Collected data
******

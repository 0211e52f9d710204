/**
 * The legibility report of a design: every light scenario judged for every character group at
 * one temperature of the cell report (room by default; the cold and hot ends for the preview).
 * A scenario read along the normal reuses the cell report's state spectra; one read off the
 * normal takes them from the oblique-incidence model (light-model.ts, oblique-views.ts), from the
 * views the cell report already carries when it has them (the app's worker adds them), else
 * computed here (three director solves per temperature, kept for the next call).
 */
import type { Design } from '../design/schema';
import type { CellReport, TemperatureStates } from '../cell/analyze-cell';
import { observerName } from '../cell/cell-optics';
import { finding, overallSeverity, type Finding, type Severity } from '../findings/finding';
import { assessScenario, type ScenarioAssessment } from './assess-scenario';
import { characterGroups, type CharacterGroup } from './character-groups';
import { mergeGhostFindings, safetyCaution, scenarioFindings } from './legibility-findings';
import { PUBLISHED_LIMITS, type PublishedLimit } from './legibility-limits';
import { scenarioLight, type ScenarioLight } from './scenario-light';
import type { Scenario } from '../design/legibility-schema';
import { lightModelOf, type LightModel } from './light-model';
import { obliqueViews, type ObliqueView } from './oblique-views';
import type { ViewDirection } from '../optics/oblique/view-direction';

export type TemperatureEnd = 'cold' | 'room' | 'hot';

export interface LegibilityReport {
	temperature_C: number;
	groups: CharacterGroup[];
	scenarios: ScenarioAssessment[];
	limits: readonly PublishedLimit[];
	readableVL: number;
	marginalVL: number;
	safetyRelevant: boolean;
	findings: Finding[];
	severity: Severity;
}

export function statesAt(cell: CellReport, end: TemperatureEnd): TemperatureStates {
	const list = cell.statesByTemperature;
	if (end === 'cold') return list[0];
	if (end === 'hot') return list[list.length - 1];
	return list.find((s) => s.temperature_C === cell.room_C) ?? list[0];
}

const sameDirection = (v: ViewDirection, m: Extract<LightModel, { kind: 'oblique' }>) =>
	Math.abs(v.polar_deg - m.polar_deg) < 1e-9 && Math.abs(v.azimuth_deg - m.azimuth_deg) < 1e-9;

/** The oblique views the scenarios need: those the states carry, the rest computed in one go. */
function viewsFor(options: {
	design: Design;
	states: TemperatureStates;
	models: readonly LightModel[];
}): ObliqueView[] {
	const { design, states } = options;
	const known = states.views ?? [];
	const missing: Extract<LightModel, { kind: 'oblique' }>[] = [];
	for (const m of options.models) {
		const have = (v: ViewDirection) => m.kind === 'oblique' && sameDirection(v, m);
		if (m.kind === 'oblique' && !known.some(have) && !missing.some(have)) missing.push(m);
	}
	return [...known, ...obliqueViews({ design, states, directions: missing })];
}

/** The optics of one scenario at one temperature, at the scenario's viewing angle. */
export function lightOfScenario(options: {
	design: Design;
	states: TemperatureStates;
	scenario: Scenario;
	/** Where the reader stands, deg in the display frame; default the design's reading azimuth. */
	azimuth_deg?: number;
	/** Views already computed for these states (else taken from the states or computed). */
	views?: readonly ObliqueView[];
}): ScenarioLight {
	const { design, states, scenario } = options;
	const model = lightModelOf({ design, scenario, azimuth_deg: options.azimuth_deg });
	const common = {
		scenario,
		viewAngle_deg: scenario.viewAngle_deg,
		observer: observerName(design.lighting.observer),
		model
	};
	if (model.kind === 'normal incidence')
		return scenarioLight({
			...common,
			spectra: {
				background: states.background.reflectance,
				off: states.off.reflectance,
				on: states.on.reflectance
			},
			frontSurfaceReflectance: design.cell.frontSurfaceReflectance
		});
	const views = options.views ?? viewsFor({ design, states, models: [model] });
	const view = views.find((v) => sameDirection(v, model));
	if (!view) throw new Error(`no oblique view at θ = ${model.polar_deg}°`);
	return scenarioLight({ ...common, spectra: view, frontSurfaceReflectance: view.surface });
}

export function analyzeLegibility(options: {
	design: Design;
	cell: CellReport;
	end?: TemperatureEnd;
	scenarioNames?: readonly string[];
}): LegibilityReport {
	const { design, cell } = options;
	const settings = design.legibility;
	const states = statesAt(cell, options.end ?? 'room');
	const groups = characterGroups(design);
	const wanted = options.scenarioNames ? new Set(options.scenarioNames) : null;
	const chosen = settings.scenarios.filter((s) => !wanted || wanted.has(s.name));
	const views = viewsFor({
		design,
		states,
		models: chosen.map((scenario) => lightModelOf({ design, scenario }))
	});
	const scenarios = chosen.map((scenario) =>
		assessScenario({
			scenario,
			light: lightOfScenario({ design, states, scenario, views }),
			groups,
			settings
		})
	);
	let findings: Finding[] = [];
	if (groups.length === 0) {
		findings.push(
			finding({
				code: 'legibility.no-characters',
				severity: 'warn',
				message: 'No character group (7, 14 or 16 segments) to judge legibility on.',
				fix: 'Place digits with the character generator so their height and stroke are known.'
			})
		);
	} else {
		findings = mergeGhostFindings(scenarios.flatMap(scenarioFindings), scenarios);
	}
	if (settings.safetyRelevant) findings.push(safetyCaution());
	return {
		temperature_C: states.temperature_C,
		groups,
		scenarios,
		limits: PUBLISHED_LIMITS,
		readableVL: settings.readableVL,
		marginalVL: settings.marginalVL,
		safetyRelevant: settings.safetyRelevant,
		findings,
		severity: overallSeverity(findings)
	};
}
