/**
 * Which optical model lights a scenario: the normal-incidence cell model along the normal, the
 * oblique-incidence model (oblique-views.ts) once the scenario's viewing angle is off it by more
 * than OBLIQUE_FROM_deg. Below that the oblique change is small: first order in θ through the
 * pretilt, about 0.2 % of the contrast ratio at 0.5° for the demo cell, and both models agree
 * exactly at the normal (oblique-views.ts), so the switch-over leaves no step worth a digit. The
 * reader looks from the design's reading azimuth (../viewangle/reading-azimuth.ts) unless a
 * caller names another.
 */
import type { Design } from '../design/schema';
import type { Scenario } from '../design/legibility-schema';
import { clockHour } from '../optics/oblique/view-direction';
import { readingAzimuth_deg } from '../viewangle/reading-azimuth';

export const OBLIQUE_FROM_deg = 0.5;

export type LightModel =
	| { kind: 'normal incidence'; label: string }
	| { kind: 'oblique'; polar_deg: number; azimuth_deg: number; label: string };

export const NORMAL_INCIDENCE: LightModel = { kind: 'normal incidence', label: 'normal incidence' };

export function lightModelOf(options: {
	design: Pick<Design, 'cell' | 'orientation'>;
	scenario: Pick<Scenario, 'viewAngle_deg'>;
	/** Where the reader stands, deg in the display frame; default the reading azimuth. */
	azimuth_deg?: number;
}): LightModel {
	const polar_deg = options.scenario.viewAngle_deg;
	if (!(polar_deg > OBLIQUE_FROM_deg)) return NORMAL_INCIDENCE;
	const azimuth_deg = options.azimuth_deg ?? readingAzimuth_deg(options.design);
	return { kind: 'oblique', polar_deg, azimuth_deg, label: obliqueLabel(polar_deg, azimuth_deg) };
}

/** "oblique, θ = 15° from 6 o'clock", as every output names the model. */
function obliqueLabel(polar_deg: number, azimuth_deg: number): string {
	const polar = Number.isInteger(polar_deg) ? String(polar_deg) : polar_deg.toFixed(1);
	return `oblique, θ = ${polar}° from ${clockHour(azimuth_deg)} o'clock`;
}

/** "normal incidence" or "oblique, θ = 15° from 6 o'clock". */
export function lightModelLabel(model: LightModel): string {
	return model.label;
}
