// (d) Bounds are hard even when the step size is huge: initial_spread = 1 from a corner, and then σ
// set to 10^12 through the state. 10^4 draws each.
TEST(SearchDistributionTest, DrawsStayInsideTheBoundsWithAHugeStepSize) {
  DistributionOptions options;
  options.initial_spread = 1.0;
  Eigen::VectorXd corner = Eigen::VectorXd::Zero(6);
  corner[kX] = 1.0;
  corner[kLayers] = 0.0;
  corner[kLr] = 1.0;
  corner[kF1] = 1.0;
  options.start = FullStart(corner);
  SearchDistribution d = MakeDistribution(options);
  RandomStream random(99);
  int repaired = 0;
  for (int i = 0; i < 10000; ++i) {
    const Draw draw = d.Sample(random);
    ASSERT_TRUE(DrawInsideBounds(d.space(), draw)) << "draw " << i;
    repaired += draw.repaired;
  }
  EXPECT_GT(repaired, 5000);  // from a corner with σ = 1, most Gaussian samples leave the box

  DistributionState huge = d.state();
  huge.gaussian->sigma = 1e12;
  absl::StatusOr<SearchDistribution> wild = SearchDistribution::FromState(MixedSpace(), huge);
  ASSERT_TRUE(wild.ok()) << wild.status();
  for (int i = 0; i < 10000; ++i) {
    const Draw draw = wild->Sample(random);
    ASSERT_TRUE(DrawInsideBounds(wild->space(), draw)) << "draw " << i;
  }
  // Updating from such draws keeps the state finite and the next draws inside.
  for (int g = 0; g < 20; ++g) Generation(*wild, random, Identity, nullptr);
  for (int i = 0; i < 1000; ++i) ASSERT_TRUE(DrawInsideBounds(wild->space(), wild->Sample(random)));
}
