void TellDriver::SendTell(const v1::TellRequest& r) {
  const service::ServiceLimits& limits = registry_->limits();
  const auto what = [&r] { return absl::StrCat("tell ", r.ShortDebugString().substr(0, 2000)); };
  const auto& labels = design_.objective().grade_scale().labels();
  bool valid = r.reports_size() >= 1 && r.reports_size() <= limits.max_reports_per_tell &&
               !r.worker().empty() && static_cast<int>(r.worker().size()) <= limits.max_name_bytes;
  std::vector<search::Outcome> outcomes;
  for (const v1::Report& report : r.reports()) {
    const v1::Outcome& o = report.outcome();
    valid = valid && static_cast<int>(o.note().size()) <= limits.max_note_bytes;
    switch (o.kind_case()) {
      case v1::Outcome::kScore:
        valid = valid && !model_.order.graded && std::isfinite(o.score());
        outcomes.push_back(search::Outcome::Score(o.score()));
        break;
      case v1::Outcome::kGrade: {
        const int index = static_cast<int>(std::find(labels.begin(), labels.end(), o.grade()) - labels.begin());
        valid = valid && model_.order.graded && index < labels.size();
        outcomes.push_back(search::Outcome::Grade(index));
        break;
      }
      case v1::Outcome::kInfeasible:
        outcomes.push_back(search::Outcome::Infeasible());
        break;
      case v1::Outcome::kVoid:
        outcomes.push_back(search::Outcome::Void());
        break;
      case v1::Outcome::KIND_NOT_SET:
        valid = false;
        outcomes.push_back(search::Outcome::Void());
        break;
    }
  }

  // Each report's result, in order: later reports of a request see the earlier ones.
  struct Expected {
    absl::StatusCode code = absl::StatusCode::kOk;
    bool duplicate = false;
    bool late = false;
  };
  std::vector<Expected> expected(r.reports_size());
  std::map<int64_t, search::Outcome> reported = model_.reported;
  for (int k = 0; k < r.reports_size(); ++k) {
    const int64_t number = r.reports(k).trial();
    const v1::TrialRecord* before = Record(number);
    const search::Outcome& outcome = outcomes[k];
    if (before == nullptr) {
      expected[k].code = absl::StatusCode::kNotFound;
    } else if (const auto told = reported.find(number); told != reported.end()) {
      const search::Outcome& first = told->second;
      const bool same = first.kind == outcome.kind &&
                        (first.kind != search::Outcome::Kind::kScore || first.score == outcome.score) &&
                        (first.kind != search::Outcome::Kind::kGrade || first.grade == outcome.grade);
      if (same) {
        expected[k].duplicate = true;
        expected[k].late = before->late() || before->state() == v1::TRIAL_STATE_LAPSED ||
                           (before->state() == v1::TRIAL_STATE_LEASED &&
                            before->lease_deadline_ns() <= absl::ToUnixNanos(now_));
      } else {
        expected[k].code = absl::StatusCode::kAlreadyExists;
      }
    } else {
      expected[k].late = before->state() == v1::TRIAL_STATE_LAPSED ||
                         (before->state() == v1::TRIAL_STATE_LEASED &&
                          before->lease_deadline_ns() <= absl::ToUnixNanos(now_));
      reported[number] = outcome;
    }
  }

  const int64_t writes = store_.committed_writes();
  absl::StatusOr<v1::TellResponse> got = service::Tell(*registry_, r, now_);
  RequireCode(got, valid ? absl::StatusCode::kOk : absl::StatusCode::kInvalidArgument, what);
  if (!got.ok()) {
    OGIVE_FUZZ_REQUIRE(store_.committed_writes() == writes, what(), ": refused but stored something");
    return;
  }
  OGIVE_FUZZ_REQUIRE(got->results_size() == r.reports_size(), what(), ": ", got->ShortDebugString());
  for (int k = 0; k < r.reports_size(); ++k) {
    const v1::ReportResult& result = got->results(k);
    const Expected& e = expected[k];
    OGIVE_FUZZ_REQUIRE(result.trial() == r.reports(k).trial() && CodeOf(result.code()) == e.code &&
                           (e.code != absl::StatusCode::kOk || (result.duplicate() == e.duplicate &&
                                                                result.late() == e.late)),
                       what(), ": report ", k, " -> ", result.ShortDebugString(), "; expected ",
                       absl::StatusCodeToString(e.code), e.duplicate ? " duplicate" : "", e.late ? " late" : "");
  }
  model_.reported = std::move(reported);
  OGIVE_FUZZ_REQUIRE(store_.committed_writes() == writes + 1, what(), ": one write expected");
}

******

**Work to be completed:** Take the lines from the top of the data through the one that contains "characterGroups, type CharacterGroup" and copy them exactly, leaving out every line after it.

**Solution to the problem:**
repository 0211e52f9d710204
/**
 * The legibility report of a design: every light scenario judged for every character group at
 * one temperature of the cell report (room by default; the cold and hot ends for the preview).
 * A scenario read along the normal reuses the cell report's state spectra; one read off the
 * normal takes them from the oblique-incidence model (light-model.ts, oblique-views.ts), from the
 * views the cell report already carries when it has them (the app's worker adds them), else
 * computed here (three director solves per temperature, kept for the next call).
 */
import type { Design } from '../design/schema';
import type { CellReport, TemperatureStates } from '../cell/analyze-cell';
import { observerName } from '../cell/cell-optics';
import { finding, overallSeverity, type Finding, type Severity } from '../findings/finding';
import { assessScenario, type ScenarioAssessment } from './assess-scenario';
import { characterGroups, type CharacterGroup } from './character-groups';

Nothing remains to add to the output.